I thought I'd pass this along as an fyi...while readying my gear for the Nodak trip the other day, I found that my robo battery was shot. I checked around locally, and finally did find one at Radio Shack, but it was over $30. I called Gander Mt. and as usual, they didn't have a clue what I was looking for, EVEN THOUGH their catalog says they have them (have I said lately that I'll never shop there again?). Cabela's carries them for $14.99. So I searched on-line and found one on this site

http://www.batteries.com/productprofile.asp?appid=412984 

$9.99 plus shipping. :yikes: It just arrived here, and yup...works fine. Thought I'd pass the info along in case anyone else is in the same pickle I was.


----------



## bucknduck (Nov 7, 2003)

Thanks JD, I just charged both of mine last night and they charged up just fine. Ran them for awhile just to make sure the batteries didn't drain (actually the spinning wings help to relax the mind).:lol:

After the weekend, they may only get used on occasion when field hunting.


----------



## just ducky (Aug 23, 2002)

bucknduck said:


> Thanks JD, I just charged both of mine last night and they charged up just fine. Ran them for awhile just to make sure the batteries didn't drain (actually the spinning wings help to relax the mind).:lol:
> 
> After the weekend, they may only get used on occasion when field hunting.


buck,
I only use mine a handful of times here in MI, but it works like a charm in fields in nodak. So I'm glad I checked early enough.


----------



## BVG (Nov 18, 2004)

I got mine at Batteries Plus a couple of years ago. I don't remember the price but it was a lot better than any sporting goods store.
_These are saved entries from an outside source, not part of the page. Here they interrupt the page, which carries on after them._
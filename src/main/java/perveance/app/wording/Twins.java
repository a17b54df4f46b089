package perveance.app.wording;

import java.util.LinkedHashMap;
import java.util.List;
import java.util.Map;

/** Rows of several valves; what is the same for two of them is one row that names both. */
final class Twins {
  private final Map<FigureRow, String> names = new LinkedHashMap<>();

  void add(String name, FigureRow row) {
    names.merge(row, name, (earlier, later) -> earlier + ", " + later);
  }

  List<FigureRow> rows() {
    return names.entrySet().stream()
        .map(
            e ->
                new FigureRow(
                    e.getValue() + " " + e.getKey().label(),
                    e.getKey().value(),
                    e.getKey().band(),
                    e.getKey().note()))
        .toList();
  }
}
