package perveance.app.wording;

import java.util.LinkedHashMap;
import java.util.Map;
import java.util.regex.Matcher;
import java.util.regex.Pattern;

/** Which of the two trade vocabularies is printed; both are read everywhere. */
public enum Vocabulary {
  /** Anode, valve, HT, earth. */
  BRITISH(Map.of()),
  /** Plate, tube, B+, ground. */
  AMERICAN(american());

  private final Map<String, String> words;
  private final Pattern pattern;

  Vocabulary(Map<String, String> words) {
    this.words = words;
    this.pattern =
        words.isEmpty()
            ? Pattern.compile("(?!)")
            : Pattern.compile("\\b(" + String.join("|", words.keySet()) + ")\\b");
  }

  private static Map<String, String> american() {
    Map<String, String> words = new LinkedHashMap<>();
    words.put("anodes", "plates");
    words.put("anode", "plate");
    words.put("Anode", "Plate");
    words.put("valves", "tubes");
    words.put("valve", "tube");
    words.put("Valves", "Tubes");
    words.put("Valve", "Tube");
    words.put("HT", "B+");
    words.put("earthed", "grounded");
    words.put("earth", "ground");
    words.put("Earth", "Ground");
    words.put("bypassed", "bypassed");
    words.put("mutual conductance", "transconductance");
    return words;
  }

  /**
   * A text in this vocabulary.
   *
   * @param text in British words
   * @return the same in this vocabulary
   */
  public String say(String text) {
    Matcher matcher = pattern.matcher(text);
    return matcher.replaceAll(
        m -> Matcher.quoteReplacement(words.getOrDefault(m.group(1), m.group(1))));
  }
}
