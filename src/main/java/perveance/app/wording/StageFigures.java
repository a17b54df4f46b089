package perveance.app.wording;

import java.util.ArrayList;
import java.util.List;
import perveance.engine.analysis.BiasSupplyAnswer;
import perveance.engine.analysis.CleanSwing;
import perveance.engine.analysis.DevicePoint;
import perveance.engine.analysis.DrivenAnswer;
import perveance.engine.analysis.SmallSignalAnswer;
import perveance.engine.analysis.StageAnswer;
import perveance.engine.base.Unit;

/** What a stage should do, row by row. */
public final class StageFigures {
  private StageFigures() {}

  /**
   * The operating point of one valve section.
   *
   * @param point operating point
   * @return rows
   */
  public static List<FigureRow> point(DevicePoint point) {
    List<FigureRow> rows = new ArrayList<>();
    rows.add(banded(point, "anode", point.anodeChassis(), Unit.VOLT, "anodeChassis"));
    rows.add(banded(point, "cathode", point.cathodeChassis(), Unit.VOLT, "cathodeChassis"));
    rows.add(new FigureRow("grid to cathode", Figures.reading(point.grid(), Unit.VOLT), "", ""));
    point
        .screenChassis()
        .ifPresent(v -> rows.add(banded(point, "screen", v, Unit.VOLT, "screenChassis")));
    rows.add(banded(point, "anode current", point.anodeCurrent(), Unit.AMPERE, "anodeCurrent"));
    point
        .screenCurrent()
        .ifPresent(i -> rows.add(banded(point, "screen current", i, Unit.AMPERE, "screenCurrent")));
    rows.add(
        new FigureRow(
            "mutual conductance",
            Figures.reading(point.mutualConductance() * 1e3, Unit.RATIO) + " mA/V",
            "",
            "mu "
                + Figures.reading(point.amplificationFactor(), Unit.RATIO)
                + ", ra "
                + Figures.reading(point.anodeResistance(), Unit.OHM)));
    rows.add(
        new FigureRow(
            "anode dissipation", Figures.reading(point.anodeDissipation(), Unit.WATT), "", ""));
    point
        .screenDissipation()
        .ifPresent(
            w ->
                rows.add(
                    new FigureRow("screen dissipation", Figures.reading(w, Unit.WATT), "", "")));
    return rows;
  }

  private static FigureRow banded(
      DevicePoint point, String label, double value, Unit unit, String name) {
    return new FigureRow(
        label,
        Figures.value(value, unit, point.bands(), name),
        Figures.band(point.bands(), name, unit),
        "");
  }

  /**
   * Signal behaviour.
   *
   * @param answer the stage's answer
   * @return rows
   */
  public static List<FigureRow> signal(StageAnswer answer) {
    List<FigureRow> rows = new ArrayList<>();
    smallSignal(answer, rows);
    clean(answer, rows);
    answer.driven().ifPresent(d -> driven(d, rows));
    rows.addAll(LargeSignalFigures.of(answer.large()));
    answer.biasSupply().ifPresent(b -> rows.add(biasRange(b)));
    SmallSignalAnswer small = answer.smallSignal();
    rows.add(
        new FigureRow(
            "noise at the grid",
            small.noiseInput().isPresent()
                ? Figures.reading(small.noiseInput().getAsDouble(), Unit.VOLT, 2) + " rms"
                : "not determined",
            "",
            "20 Hz to 20 kHz"));
    return rows;
  }

  private static FigureRow biasRange(BiasSupplyAnswer supply) {
    String range =
        Figures.reading(supply.least(), Unit.VOLT)
            + " to "
            + Figures.reading(supply.most(), Unit.VOLT);
    return new FigureRow(
        "bias can be set", range, "", Figures.reading(supply.current(), Unit.AMPERE) + " taken");
  }

  private static void smallSignal(StageAnswer answer, List<FigureRow> rows) {
    SmallSignalAnswer small = answer.smallSignal();
    rows.add(
        new FigureRow(
            "gain",
            Figures.value(small.gain(), Unit.RATIO, small.bands(), "gain"),
            Figures.band(small.bands(), "gain", Unit.RATIO),
            Figures.decibels(small.gain())));
    small
        .secondGain()
        .ifPresent(
            g ->
                rows.add(
                    new FigureRow(
                        "gain to the second output", Figures.reading(g, Unit.RATIO), "", "")));
    rows.add(
        new FigureRow(
            "output resistance",
            Figures.value(small.outputResistance(), Unit.OHM, small.bands(), "outputResistance"),
            Figures.band(small.bands(), "outputResistance", Unit.OHM),
            ""));
    rows.add(
        new FigureRow(
            "input capacitance",
            Figures.reading(small.inputCapacitance(), Unit.FARAD, 2),
            "",
            "with Miller effect"));
    response(small, lowestCorner(answer), rows);
  }

  /** What is said where no low corner was found: a transformer has one, stated or not. */
  private static String lowestCorner(StageAnswer answer) {
    boolean transformer =
        answer.circuit().parts().stream().anyMatch(part -> part.key().equals("primary"));
    return transformer ? "not stated" : "down to dc";
  }

  private static void response(
      SmallSignalAnswer small, String withoutLowCorner, List<FigureRow> rows) {
    rows.add(
        new FigureRow(
            "\u22123 dB below",
            Figures.frequency(small.lowCorner(), withoutLowCorner),
            Figures.band(small.bands(), "lowCorner", Unit.HERTZ),
            small
                .shelf()
                .map(
                    s ->
                        "bypass shelf "
                            + Figures.reading(s.zero(), Unit.HERTZ, 2)
                            + " to "
                            + Figures.reading(s.pole(), Unit.HERTZ, 2))
                .orElse("")));
    rows.add(
        new FigureRow(
            "\u22123 dB above",
            Figures.frequency(small.highCorner(), "no limit found"),
            Figures.band(small.bands(), "highCorner", Unit.HERTZ),
            ""));
  }

  private static void clean(StageAnswer answer, List<FigureRow> rows) {
    CleanSwing clean = answer.clean();
    rows.add(
        new FigureRow(
            "clean input",
            Figures.value(clean.inputPeak(), Unit.VOLT, clean.bands(), "inputPeak") + " peak",
            Figures.band(clean.bands(), "inputPeak", Unit.VOLT),
            ending(answer)));
    rows.add(
        new FigureRow(
            "clean output",
            Figures.value(clean.outputPeak(), Unit.VOLT, clean.bands(), "outputPeak") + " peak",
            Figures.band(clean.bands(), "outputPeak", Unit.VOLT),
            clean.headroom().stream()
                .mapToObj(
                    h -> "headroom " + perveance.engine.base.QuantityFormat.TYPESET.level(h, 1))
                .findFirst()
                .orElse("")));
  }

  /** What ends the clean swing, and the valve where it does when the stage has several or none. */
  private static String ending(StageAnswer answer) {
    CleanSwing clean = answer.clean();
    boolean only =
        answer.points().size() == 1 && answer.points().get(0).ref().equals(clean.limitedAt());
    return "ended by "
        + clean.limitedBy().told()
        + (only || clean.limitedAt().isEmpty() ? "" : " at " + clean.limitedAt());
  }

  private static void driven(DrivenAnswer driven, List<FigureRow> rows) {
    String at = "at " + Figures.reading(driven.inputPeak(), Unit.VOLT) + " peak in";
    rows.add(new FigureRow("output", Figures.reading(driven.output(), Unit.VOLT) + " rms", "", at));
    driven
        .power()
        .ifPresent(w -> rows.add(new FigureRow("power", Figures.reading(w, Unit.WATT), "", at)));
    String second =
        driven.harmonics().isEmpty() ? "" : "second " + Figures.percent(driven.harmonics().get(0));
    String third =
        driven.harmonics().size() < 2
            ? ""
            : ", third " + Figures.percent(driven.harmonics().get(1));
    rows.add(new FigureRow("distortion", Figures.percent(driven.distortion()), "", second + third));
    driven
        .intermodulation()
        .ifPresent(
            i ->
                rows.add(
                    new FigureRow(
                        "intermodulation",
                        Figures.percent(i.smpte()),
                        "",
                        "SMPTE 4 to 1; CCIF " + Figures.percent(i.ccif()))));
  }
}
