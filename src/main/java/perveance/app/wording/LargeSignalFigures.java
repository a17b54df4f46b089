package perveance.app.wording;

import java.util.ArrayList;
import java.util.List;
import perveance.engine.analysis.LargeSignalAnswer;
import perveance.engine.analysis.ReactiveAnswer;
import perveance.engine.analysis.Recovery;
import perveance.engine.base.Unit;

/** Rows about overload and reactive load. */
final class LargeSignalFigures {
  private LargeSignalFigures() {}

  static List<FigureRow> of(LargeSignalAnswer answer) {
    List<FigureRow> rows = new ArrayList<>();
    answer.recovery().filter(r -> r.seconds() > 0).ifPresent(r -> rows.add(recovery(r)));
    answer.reactive().ifPresent(r -> reactive(r, rows));
    return rows;
  }

  private static FigureRow recovery(Recovery recovery) {
    return new FigureRow(
        "recovery from overload",
        Figures.reading(recovery.seconds(), Unit.SECOND, 2),
        "",
        "after " + Figures.reading(recovery.inputPeak(), Unit.VOLT) + " peak in");
  }

  private static void reactive(ReactiveAnswer reactive, List<FigureRow> rows) {
    String at = "at " + Figures.reading(reactive.frequency(), Unit.HERTZ);
    rows.add(
        new FigureRow(
            "power, reactive load", Figures.reading(reactive.power(), Unit.WATT), "", at));
    rows.add(
        new FigureRow(
            "anode peak, reactive load",
            Figures.reading(reactive.anodePeak(), Unit.VOLT),
            "",
            reactive.cutOff() ? "cut off in part of the cycle" : "never cut off"));
    rows.add(
        new FigureRow(
            "peak dissipation",
            Figures.reading(reactive.dissipationPeak(), Unit.WATT),
            "",
            crossing(reactive)));
  }

  private static String crossing(ReactiveAnswer reactive) {
    if (reactive.dissipationLimit().isEmpty()) {
      return "no limit known";
    }
    String limit = Figures.reading(reactive.dissipationLimit().getAsDouble(), Unit.WATT) + " limit";
    double mean = reactive.anodeDissipation().stream().mapToDouble(w -> w).max().orElse(0);
    return (reactive.crossesDissipation() ? "beyond the " : "within the ")
        + limit
        + ", mean "
        + Figures.reading(mean, Unit.WATT);
  }
}
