def theme_of(viewer: napari.Viewer) -> Theme:
    """Colours that go with the viewer's appearance."""
    from napari.utils.theme import get_theme

    return LIGHT if get_theme(viewer.theme).type == "light" else DARK
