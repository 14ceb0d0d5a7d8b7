//! Calls: functions, constructions, steps, and declared families.

use super::expression::{mistyped, wrong};
use super::{Evaluator, Outcome, Scope, Stop};
use crate::code::{Code, OriginKind};
use crate::construct;
use crate::finding::{Finding, catalogue};
use crate::source::Span;
use crate::step;
use crate::syntax::tree::{
    Argument, CodeDeclaration, DeclarationKind, Expression, ExpressionKind, MatrixDeclaration,
    Name, Parameter, Step,
};
use crate::value::{Channel, Given, Value, bind_arguments};
use num_rational::BigRational;
use petgraph::graph::NodeIndex;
http://www.batteriesplus.com/


----------



## bias (Aug 29, 2004)

I got in a pinch a couple of years ago with a dead robo duck battery out in the marsh and wired up a 6v lantern battery to use that day instead. Since then, I've quit using the expensive batteries from cabelas, and pick up a cheap lantern battery at the gas station if I need a replacement, which isn't often. They work well, and last a good long time. Its been three years, and no problems yet.


----------



## marshman (Nov 29, 2005)

just picked up a new mojo battery at TSC for 9.99 and a 12 volt for the mallard machine was only 14.99.....cant beat that~!

~marsh


----------



## mintgreenwalleyemachine (Jan 18, 2005)

Home depot has them in the security lighting section for 13$ they are the same style rechargeable you just have to trim the positive terminal a hair!


----------



## TRAILER TRASH (Oct 4, 2006)

If you know any commercial electricians they use the same battery in emergency exit lights. Got a couple that were headed to the dumpster, now their going hunting


----------



## DEDGOOSE (Jan 19, 2007)

mintgreenwalleyemachine said:


> Home depot has them in the security lighting section for 13$ they are the same style rechargeable you just have to trim the positive terminal a hair!


 
I get something similiar from a lighting supply and electric supply. They are the ones for the redlights and are rated to hold charge in extremely cold weather.


----------